[EXERCISE]:
Report, in full, each line of the material below in which the string "sets" occurs.

[DATA TO USE]:
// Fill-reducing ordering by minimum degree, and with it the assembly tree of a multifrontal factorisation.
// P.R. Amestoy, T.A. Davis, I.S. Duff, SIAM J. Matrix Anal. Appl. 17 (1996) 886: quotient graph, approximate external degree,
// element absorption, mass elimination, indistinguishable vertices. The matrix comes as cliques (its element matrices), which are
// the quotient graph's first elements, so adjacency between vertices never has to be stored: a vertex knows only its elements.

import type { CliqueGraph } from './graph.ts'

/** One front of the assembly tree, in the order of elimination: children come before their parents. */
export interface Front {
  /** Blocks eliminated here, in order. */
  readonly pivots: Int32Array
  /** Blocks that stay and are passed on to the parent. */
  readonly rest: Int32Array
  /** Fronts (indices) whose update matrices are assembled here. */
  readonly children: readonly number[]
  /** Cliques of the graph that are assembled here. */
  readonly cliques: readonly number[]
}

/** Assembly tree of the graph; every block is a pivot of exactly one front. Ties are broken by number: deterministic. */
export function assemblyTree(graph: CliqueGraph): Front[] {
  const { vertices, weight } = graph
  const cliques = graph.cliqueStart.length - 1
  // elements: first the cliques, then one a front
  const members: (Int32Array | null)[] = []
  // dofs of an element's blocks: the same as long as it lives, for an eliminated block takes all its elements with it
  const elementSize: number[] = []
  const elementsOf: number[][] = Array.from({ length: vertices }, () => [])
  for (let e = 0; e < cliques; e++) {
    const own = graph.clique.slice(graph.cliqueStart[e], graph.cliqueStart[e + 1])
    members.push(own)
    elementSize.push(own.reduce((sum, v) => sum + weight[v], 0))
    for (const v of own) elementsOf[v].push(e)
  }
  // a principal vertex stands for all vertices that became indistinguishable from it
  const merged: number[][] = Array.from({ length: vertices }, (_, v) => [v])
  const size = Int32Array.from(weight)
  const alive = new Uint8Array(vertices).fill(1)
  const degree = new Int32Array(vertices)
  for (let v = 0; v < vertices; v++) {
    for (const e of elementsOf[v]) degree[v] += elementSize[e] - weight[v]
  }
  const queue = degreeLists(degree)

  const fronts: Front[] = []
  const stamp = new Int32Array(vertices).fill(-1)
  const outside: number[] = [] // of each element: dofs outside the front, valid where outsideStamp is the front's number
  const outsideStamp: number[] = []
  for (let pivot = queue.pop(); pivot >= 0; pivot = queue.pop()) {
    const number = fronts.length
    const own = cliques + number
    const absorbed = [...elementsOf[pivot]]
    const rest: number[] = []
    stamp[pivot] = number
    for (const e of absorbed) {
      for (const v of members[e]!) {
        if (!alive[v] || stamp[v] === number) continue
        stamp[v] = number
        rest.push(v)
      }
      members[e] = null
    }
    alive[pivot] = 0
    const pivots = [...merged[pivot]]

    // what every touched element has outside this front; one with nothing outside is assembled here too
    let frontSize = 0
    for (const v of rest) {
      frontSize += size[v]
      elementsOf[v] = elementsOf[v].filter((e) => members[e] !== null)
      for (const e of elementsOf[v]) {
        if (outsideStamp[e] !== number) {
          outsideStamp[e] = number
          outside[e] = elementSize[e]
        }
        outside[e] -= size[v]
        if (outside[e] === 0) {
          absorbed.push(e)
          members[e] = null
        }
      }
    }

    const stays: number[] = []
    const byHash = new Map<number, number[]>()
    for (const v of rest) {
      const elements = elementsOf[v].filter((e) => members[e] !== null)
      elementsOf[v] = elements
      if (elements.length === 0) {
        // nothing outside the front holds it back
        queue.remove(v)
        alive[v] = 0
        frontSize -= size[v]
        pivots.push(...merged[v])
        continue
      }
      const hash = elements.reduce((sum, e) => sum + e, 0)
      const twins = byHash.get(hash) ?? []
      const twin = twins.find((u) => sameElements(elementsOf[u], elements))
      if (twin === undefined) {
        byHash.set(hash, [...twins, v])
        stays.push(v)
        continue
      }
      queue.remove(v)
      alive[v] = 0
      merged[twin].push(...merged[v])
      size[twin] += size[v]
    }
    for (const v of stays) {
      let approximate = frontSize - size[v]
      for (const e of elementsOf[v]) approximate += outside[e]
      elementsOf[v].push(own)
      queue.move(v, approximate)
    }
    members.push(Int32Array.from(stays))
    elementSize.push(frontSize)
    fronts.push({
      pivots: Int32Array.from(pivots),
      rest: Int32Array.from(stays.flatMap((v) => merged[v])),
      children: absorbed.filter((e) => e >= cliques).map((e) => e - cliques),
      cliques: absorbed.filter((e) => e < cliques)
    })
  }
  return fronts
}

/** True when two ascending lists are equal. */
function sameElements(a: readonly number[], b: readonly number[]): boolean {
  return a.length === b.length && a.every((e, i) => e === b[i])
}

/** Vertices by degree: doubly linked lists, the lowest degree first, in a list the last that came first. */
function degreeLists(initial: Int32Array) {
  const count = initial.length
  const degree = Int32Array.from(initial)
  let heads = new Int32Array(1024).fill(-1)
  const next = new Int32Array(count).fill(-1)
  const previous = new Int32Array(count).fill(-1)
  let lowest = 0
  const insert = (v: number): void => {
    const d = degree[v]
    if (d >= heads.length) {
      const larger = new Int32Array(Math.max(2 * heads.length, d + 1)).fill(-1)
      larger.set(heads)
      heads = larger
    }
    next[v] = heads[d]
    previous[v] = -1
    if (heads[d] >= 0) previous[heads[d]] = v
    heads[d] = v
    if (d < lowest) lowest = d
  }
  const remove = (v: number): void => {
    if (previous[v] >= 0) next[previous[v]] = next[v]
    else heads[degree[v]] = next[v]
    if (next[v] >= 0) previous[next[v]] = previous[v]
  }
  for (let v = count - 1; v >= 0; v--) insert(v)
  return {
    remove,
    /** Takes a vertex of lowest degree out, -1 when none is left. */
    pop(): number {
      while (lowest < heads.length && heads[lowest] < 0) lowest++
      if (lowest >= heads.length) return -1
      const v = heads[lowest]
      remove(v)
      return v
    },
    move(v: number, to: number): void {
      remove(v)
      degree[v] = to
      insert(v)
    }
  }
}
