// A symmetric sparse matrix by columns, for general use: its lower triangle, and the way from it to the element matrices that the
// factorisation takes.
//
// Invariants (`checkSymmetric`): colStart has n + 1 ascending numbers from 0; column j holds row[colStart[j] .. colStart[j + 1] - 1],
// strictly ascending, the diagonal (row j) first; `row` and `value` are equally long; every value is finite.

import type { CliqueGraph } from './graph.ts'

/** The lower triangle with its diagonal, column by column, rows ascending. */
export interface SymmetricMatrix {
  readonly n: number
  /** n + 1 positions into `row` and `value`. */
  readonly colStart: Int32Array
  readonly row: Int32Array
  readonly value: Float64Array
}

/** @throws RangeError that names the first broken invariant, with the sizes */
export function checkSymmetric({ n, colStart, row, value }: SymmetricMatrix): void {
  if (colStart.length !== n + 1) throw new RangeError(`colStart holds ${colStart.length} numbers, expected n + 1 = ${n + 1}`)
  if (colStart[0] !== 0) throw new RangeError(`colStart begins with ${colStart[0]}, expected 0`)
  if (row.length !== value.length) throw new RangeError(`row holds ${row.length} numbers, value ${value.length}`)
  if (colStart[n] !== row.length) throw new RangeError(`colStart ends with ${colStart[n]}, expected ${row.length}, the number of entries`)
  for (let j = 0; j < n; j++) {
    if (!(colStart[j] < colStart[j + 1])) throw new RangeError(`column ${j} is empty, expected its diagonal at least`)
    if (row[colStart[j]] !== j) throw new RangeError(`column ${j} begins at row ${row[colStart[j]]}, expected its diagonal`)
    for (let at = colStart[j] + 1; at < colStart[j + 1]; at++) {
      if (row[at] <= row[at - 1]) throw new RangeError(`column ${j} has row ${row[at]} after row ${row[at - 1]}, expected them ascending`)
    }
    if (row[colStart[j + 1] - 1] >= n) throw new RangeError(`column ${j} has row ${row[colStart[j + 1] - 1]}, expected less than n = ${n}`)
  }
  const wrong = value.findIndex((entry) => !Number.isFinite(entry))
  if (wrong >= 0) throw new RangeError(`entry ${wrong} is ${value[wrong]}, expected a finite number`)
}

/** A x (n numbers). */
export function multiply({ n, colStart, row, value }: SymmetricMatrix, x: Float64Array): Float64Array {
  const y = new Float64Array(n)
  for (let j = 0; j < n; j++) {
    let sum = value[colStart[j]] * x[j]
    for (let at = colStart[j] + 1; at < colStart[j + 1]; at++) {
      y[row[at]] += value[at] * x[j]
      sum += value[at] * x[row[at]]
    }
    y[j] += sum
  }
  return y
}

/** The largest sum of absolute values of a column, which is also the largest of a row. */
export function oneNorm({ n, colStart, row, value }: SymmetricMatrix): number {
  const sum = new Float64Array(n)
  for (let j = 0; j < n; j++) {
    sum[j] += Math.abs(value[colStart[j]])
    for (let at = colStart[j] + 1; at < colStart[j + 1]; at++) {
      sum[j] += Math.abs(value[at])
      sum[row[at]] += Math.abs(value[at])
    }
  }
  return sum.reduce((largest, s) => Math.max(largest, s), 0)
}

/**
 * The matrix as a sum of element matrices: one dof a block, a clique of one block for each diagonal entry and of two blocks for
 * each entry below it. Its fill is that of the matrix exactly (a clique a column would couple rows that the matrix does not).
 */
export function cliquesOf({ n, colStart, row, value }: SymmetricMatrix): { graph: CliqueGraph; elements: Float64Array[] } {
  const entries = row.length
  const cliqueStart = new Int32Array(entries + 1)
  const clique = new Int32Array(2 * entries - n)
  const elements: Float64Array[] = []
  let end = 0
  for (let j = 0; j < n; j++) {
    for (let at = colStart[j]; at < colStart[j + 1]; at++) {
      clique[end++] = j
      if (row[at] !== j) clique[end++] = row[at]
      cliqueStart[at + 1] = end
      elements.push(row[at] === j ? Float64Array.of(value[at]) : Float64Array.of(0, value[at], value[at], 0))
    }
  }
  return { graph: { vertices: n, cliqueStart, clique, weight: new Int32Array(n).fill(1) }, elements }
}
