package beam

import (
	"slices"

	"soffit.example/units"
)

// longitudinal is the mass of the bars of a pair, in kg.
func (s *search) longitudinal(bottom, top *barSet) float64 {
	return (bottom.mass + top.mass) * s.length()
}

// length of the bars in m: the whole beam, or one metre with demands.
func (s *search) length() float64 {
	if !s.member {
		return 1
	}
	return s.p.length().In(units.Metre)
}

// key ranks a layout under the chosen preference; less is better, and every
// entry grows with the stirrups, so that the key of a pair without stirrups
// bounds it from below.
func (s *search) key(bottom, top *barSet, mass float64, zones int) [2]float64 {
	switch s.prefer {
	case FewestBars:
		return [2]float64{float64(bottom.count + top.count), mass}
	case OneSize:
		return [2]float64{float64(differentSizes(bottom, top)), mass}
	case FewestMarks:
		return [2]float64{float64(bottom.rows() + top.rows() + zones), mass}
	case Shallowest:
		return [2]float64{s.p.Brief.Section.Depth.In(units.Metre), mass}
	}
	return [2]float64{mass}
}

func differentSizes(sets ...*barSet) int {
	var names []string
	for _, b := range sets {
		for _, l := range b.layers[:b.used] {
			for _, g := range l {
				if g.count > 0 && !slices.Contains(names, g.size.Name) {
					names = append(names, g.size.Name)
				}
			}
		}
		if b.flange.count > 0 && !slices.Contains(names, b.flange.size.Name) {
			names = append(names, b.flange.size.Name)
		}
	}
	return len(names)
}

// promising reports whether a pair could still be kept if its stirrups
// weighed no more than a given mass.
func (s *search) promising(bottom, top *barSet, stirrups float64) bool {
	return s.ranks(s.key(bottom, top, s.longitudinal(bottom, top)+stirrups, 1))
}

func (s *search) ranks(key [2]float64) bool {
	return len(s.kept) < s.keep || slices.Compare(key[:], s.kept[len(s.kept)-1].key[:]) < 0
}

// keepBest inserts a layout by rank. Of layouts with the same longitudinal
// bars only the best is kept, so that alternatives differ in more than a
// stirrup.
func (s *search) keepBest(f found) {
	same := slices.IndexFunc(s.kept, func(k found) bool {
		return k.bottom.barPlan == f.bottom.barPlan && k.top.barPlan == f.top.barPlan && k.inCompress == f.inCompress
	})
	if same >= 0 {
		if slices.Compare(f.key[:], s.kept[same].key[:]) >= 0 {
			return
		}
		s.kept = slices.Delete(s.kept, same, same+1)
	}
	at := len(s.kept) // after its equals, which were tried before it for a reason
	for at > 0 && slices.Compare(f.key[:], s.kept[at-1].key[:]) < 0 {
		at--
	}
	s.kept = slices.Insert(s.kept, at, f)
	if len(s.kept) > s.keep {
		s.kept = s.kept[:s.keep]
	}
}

==

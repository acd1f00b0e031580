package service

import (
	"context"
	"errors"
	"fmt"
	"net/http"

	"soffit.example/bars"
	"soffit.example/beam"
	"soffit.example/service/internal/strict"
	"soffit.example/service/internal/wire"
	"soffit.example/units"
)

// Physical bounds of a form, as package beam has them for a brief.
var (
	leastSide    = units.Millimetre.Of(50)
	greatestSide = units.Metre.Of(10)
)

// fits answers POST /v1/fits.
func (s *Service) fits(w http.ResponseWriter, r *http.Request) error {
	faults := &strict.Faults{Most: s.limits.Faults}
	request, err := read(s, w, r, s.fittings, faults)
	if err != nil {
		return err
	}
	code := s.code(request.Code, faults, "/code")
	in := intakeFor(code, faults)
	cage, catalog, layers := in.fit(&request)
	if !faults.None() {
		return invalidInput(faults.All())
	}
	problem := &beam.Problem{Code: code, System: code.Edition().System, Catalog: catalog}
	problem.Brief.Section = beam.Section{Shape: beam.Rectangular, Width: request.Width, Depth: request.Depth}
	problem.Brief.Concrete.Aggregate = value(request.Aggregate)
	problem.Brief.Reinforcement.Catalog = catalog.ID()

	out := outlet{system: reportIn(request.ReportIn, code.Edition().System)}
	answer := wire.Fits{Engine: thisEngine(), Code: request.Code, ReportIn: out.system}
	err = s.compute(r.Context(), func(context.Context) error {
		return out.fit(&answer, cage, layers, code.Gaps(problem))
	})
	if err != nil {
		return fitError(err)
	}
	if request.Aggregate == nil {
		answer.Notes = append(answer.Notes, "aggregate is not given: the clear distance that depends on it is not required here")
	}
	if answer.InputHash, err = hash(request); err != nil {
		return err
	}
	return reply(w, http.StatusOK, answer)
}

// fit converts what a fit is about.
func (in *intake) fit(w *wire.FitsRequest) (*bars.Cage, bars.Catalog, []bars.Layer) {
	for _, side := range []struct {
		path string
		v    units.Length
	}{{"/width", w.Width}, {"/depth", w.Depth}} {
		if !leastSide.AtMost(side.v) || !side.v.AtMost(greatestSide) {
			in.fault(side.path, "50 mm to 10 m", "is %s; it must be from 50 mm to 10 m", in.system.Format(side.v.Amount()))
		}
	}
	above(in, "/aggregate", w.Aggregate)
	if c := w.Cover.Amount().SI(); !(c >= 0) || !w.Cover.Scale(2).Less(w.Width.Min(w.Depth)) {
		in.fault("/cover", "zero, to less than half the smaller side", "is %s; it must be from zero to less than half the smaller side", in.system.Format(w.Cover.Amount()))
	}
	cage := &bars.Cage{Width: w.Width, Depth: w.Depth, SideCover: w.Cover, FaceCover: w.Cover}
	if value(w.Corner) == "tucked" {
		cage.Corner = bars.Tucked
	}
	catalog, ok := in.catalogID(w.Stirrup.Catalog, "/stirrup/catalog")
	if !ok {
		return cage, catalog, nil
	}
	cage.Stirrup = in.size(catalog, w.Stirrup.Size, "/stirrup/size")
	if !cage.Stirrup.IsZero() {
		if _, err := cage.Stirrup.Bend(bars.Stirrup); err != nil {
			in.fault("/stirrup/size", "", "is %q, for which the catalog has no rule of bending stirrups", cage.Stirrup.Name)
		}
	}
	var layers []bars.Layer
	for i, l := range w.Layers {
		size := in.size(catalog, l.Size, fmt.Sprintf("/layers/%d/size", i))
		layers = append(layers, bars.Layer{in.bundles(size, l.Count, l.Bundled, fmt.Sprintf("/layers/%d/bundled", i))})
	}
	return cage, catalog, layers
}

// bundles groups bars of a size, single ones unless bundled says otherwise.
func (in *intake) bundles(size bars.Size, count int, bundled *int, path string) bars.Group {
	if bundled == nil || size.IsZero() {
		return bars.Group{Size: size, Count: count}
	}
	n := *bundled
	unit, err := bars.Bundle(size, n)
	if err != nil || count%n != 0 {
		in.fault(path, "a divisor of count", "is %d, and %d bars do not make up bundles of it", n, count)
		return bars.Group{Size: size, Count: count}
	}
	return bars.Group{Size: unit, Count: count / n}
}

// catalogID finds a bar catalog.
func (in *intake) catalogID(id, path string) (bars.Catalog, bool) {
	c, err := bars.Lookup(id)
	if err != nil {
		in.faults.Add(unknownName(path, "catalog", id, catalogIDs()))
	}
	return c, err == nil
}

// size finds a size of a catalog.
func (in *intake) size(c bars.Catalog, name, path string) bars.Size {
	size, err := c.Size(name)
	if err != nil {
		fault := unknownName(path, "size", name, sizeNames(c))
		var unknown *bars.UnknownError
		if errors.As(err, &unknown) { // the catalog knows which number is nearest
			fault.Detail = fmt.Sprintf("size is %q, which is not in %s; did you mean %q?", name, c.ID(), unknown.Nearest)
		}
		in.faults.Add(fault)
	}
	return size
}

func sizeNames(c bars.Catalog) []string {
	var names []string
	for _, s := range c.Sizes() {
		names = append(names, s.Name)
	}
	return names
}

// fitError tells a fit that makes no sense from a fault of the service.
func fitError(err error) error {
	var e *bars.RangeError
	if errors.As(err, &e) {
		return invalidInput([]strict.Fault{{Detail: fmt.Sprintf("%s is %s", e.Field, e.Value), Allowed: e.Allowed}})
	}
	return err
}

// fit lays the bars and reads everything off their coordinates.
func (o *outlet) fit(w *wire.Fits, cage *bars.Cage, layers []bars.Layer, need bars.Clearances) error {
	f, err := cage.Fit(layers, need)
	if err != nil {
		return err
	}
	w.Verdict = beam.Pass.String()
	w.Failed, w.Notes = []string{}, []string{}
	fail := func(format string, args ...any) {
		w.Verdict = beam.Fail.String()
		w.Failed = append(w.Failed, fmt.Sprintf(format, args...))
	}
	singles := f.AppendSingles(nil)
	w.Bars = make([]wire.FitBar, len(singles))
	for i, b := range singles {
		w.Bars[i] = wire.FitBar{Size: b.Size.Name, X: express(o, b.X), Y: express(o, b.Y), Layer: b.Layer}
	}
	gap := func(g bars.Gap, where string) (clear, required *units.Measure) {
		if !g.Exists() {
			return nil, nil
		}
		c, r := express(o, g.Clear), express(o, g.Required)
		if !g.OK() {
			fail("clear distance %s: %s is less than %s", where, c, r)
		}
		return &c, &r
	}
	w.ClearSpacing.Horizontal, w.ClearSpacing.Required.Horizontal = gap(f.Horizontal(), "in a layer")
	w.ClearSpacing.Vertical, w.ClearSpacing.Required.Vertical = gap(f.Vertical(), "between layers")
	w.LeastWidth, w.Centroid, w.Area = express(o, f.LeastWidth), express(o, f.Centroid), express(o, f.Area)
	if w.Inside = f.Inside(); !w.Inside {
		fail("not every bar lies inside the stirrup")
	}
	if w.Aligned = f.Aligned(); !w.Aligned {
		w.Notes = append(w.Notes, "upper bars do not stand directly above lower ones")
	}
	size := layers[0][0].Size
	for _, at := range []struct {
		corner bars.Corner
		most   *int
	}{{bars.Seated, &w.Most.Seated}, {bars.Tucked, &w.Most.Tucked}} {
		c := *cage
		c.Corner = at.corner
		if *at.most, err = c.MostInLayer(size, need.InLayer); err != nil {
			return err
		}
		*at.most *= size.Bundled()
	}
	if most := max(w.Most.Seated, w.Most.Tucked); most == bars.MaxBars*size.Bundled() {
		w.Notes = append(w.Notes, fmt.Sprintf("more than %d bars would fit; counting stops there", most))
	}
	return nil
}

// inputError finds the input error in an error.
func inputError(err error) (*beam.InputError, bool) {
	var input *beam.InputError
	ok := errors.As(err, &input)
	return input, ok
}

[SOLUTION TO THIS TASK]:
func differentSizes(sets ...*barSet) int {
	for _, b := range sets {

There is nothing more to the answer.